RECORDS START

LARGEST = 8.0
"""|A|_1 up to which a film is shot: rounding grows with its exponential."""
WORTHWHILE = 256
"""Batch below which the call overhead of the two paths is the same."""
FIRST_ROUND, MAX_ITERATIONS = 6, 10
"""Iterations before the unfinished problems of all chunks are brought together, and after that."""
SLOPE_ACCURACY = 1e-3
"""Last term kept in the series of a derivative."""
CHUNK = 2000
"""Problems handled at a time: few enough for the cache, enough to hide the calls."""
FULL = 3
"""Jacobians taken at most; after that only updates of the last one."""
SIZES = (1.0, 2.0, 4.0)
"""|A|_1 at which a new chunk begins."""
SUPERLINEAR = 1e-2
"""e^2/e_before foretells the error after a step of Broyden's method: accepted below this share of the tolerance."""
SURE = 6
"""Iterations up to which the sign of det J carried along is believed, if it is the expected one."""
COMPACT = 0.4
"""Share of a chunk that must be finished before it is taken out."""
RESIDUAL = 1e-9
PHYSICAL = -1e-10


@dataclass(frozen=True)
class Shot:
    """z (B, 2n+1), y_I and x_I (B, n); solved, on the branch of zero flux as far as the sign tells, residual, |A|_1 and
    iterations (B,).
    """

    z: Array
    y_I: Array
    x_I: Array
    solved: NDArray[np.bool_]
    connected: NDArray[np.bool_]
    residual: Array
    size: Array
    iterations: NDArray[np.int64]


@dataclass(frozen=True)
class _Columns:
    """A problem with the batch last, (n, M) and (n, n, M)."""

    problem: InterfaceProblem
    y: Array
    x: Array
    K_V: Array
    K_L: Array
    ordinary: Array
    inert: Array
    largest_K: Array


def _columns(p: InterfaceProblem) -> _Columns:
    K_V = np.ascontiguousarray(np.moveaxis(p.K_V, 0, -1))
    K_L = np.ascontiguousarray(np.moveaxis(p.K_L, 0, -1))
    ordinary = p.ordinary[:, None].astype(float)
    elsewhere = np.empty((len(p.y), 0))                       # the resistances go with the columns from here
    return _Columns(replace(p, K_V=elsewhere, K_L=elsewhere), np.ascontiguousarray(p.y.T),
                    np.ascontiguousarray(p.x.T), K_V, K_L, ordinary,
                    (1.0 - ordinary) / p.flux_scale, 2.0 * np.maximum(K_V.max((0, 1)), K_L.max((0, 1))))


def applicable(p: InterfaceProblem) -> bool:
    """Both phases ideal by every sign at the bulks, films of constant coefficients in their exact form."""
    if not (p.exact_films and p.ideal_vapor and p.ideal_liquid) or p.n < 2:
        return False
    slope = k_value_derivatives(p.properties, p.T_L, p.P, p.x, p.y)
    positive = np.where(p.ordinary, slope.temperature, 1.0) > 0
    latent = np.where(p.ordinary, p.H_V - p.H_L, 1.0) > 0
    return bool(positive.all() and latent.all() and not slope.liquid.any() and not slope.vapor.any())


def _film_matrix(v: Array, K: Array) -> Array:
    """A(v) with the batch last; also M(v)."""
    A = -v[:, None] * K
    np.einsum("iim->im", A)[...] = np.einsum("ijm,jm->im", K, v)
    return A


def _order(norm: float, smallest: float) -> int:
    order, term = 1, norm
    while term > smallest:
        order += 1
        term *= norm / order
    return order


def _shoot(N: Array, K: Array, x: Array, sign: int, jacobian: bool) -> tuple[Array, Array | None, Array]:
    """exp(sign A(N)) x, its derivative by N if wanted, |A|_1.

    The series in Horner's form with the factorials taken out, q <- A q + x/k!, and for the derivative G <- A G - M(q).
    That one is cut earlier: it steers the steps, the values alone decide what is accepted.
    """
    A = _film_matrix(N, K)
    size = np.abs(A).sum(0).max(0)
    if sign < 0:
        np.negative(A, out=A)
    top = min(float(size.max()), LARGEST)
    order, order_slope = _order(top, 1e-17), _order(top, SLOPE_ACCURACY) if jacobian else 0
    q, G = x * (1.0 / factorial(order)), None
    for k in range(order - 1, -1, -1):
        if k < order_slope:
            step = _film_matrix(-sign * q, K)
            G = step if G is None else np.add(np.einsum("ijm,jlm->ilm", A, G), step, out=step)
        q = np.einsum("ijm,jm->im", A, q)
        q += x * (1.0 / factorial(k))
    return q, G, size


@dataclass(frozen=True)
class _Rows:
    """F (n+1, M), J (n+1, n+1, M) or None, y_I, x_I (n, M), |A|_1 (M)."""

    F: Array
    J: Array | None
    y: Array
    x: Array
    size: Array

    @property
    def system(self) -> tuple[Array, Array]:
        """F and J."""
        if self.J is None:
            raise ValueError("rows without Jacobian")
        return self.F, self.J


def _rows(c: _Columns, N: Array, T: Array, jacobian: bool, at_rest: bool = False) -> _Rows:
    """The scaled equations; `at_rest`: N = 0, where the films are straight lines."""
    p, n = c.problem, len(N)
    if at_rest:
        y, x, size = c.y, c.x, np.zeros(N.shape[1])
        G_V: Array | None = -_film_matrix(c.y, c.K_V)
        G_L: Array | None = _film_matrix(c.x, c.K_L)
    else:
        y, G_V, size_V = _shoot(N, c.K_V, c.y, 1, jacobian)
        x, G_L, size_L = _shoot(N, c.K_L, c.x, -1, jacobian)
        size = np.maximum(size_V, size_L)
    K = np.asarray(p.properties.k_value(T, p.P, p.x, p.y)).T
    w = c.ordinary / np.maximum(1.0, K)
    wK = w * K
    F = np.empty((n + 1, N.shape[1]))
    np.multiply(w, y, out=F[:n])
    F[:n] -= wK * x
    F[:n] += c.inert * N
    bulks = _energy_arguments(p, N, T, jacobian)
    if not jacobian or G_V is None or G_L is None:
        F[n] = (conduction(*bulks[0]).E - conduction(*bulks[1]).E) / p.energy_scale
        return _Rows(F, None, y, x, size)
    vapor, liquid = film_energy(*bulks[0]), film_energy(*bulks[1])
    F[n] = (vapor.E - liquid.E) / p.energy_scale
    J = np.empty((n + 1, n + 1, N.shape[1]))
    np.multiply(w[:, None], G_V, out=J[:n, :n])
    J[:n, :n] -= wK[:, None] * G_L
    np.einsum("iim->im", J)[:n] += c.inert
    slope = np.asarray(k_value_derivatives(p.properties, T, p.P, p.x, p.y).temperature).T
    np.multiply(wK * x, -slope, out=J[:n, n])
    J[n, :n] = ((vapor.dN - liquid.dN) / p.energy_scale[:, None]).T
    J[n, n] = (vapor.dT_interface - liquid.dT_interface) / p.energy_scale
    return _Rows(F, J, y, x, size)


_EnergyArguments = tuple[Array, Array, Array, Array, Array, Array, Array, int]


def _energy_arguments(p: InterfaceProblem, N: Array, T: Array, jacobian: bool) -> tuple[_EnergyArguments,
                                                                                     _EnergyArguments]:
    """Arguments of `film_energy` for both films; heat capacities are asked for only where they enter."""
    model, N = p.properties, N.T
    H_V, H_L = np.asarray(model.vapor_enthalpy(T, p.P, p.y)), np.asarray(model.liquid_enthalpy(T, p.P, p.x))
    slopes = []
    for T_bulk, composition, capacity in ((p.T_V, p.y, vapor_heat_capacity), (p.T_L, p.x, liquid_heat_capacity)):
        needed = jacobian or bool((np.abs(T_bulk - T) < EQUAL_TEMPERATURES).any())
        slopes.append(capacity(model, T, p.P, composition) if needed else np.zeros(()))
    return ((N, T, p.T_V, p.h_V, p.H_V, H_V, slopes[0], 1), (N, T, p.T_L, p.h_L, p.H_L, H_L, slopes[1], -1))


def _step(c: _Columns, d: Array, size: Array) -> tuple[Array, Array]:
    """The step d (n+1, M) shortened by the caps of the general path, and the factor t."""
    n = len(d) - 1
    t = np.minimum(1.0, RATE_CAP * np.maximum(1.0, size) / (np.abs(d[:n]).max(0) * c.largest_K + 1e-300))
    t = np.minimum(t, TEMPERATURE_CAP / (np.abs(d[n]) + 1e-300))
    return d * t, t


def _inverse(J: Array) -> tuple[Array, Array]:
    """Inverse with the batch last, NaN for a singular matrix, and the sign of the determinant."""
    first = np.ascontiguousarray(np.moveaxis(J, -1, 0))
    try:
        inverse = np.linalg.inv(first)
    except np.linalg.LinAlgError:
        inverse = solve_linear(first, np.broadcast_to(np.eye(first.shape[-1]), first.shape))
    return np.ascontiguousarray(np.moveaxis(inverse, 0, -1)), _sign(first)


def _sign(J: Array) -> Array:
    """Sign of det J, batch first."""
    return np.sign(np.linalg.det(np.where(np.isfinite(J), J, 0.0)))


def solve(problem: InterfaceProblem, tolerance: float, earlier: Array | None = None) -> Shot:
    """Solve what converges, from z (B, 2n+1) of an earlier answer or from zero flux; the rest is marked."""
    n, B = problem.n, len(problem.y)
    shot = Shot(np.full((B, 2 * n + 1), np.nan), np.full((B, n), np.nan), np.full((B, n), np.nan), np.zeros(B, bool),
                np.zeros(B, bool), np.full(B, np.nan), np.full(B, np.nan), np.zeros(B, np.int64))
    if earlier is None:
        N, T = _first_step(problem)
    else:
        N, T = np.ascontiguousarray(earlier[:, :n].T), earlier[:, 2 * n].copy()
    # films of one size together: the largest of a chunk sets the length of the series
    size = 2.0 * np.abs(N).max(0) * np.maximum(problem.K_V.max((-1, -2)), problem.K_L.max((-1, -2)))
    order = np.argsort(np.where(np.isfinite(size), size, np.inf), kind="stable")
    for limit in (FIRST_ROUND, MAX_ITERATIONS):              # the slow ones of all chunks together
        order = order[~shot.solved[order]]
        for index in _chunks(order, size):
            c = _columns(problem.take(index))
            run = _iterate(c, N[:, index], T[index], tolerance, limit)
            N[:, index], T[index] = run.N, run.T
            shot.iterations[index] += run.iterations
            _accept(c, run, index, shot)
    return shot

RECORDS END
RECORDS START

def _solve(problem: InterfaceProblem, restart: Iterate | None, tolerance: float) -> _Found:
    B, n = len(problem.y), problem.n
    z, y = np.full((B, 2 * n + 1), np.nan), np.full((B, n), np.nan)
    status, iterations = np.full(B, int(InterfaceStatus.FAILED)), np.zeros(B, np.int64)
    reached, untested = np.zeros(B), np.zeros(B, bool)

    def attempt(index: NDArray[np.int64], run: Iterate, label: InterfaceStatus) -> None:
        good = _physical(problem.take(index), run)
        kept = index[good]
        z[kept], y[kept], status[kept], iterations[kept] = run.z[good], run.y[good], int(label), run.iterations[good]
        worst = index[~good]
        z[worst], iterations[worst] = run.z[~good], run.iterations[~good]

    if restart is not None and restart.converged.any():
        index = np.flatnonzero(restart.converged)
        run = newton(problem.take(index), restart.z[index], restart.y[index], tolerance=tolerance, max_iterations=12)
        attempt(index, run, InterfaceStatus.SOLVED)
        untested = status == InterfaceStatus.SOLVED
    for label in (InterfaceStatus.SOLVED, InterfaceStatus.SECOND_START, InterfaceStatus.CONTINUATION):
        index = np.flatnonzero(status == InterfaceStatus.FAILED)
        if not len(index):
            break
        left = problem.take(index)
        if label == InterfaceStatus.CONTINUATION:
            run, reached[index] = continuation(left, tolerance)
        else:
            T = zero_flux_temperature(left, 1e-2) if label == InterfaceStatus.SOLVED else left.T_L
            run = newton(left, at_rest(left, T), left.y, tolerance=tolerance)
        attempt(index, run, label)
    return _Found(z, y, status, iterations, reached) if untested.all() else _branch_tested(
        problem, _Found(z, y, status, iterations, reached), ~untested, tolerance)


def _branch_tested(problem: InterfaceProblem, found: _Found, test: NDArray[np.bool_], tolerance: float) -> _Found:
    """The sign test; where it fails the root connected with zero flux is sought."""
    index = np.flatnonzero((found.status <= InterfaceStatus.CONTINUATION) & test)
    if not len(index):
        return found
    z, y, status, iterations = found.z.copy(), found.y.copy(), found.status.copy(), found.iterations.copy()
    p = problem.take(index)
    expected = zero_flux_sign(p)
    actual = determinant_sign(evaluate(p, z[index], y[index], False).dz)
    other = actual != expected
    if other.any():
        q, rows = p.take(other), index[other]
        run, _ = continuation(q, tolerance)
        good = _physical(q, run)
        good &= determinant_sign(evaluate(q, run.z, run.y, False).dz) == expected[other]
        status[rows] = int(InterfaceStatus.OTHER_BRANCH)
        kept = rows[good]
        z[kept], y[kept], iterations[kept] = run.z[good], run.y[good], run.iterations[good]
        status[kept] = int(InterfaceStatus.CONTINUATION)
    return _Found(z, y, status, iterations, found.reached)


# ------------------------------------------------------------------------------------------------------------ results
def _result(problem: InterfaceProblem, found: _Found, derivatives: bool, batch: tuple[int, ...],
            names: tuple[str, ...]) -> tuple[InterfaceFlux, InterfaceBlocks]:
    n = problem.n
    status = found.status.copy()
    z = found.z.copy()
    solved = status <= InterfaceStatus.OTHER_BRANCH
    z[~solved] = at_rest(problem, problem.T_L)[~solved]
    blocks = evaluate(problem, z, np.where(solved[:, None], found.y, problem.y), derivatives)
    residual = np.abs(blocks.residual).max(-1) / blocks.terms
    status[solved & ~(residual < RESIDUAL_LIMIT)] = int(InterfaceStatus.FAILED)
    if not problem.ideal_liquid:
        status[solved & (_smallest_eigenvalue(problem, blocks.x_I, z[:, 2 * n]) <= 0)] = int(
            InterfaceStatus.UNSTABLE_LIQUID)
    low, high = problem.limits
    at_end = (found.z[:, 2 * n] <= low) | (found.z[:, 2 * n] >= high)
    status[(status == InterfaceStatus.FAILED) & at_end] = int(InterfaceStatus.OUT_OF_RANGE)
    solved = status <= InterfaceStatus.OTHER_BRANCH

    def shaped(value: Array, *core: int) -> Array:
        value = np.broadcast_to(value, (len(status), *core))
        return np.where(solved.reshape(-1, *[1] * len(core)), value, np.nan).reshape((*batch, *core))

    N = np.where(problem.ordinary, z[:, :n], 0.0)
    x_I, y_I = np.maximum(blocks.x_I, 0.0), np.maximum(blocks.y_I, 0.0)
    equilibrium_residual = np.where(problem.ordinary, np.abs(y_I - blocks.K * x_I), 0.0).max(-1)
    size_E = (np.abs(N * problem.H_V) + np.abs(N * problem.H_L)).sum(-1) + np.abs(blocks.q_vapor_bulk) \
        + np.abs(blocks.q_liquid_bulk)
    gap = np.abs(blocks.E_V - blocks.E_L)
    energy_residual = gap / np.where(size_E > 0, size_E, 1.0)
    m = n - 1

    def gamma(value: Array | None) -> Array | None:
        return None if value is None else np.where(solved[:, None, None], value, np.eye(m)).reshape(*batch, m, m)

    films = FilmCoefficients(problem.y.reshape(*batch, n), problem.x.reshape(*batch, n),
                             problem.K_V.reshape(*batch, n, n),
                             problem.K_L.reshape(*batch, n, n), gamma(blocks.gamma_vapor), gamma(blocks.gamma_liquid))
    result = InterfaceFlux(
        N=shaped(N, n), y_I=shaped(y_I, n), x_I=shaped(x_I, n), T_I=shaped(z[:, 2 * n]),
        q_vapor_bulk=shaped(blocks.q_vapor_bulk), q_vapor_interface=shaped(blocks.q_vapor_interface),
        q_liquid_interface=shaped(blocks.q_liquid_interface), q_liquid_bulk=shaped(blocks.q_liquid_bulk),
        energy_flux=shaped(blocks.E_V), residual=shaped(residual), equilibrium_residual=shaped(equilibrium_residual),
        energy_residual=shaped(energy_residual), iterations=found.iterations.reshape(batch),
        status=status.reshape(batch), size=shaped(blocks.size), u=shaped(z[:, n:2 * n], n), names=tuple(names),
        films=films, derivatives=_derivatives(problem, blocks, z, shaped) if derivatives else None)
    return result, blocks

RECORDS END

## WHAT NEEDS TO BE DONE
Word for word, restate the lines of the data above that fall between the line holding "kept = rows[good]" and the line holding "value = np.broadcast_to(value, (len(status), *core))", inclusive, and no other lines.

## EXERCISE SOLUTION
        kept = rows[good]
        z[kept], y[kept], iterations[kept] = run.z[good], run.y[good], run.iterations[good]
        status[kept] = int(InterfaceStatus.CONTINUATION)
    return _Found(z, y, status, iterations, found.reached)


# ------------------------------------------------------------------------------------------------------------ results
def _result(problem: InterfaceProblem, found: _Found, derivatives: bool, batch: tuple[int, ...],
            names: tuple[str, ...]) -> tuple[InterfaceFlux, InterfaceBlocks]:
    n = problem.n
    status = found.status.copy()
    z = found.z.copy()
    solved = status <= InterfaceStatus.OTHER_BRANCH
    z[~solved] = at_rest(problem, problem.T_L)[~solved]
    blocks = evaluate(problem, z, np.where(solved[:, None], found.y, problem.y), derivatives)
    residual = np.abs(blocks.residual).max(-1) / blocks.terms
    status[solved & ~(residual < RESIDUAL_LIMIT)] = int(InterfaceStatus.FAILED)
    if not problem.ideal_liquid:
        status[solved & (_smallest_eigenvalue(problem, blocks.x_I, z[:, 2 * n]) <= 0)] = int(
            InterfaceStatus.UNSTABLE_LIQUID)
    low, high = problem.limits
    at_end = (found.z[:, 2 * n] <= low) | (found.z[:, 2 * n] >= high)
    status[(status == InterfaceStatus.FAILED) & at_end] = int(InterfaceStatus.OUT_OF_RANGE)
    solved = status <= InterfaceStatus.OTHER_BRANCH

    def shaped(value: Array, *core: int) -> Array:
        value = np.broadcast_to(value, (len(status), *core))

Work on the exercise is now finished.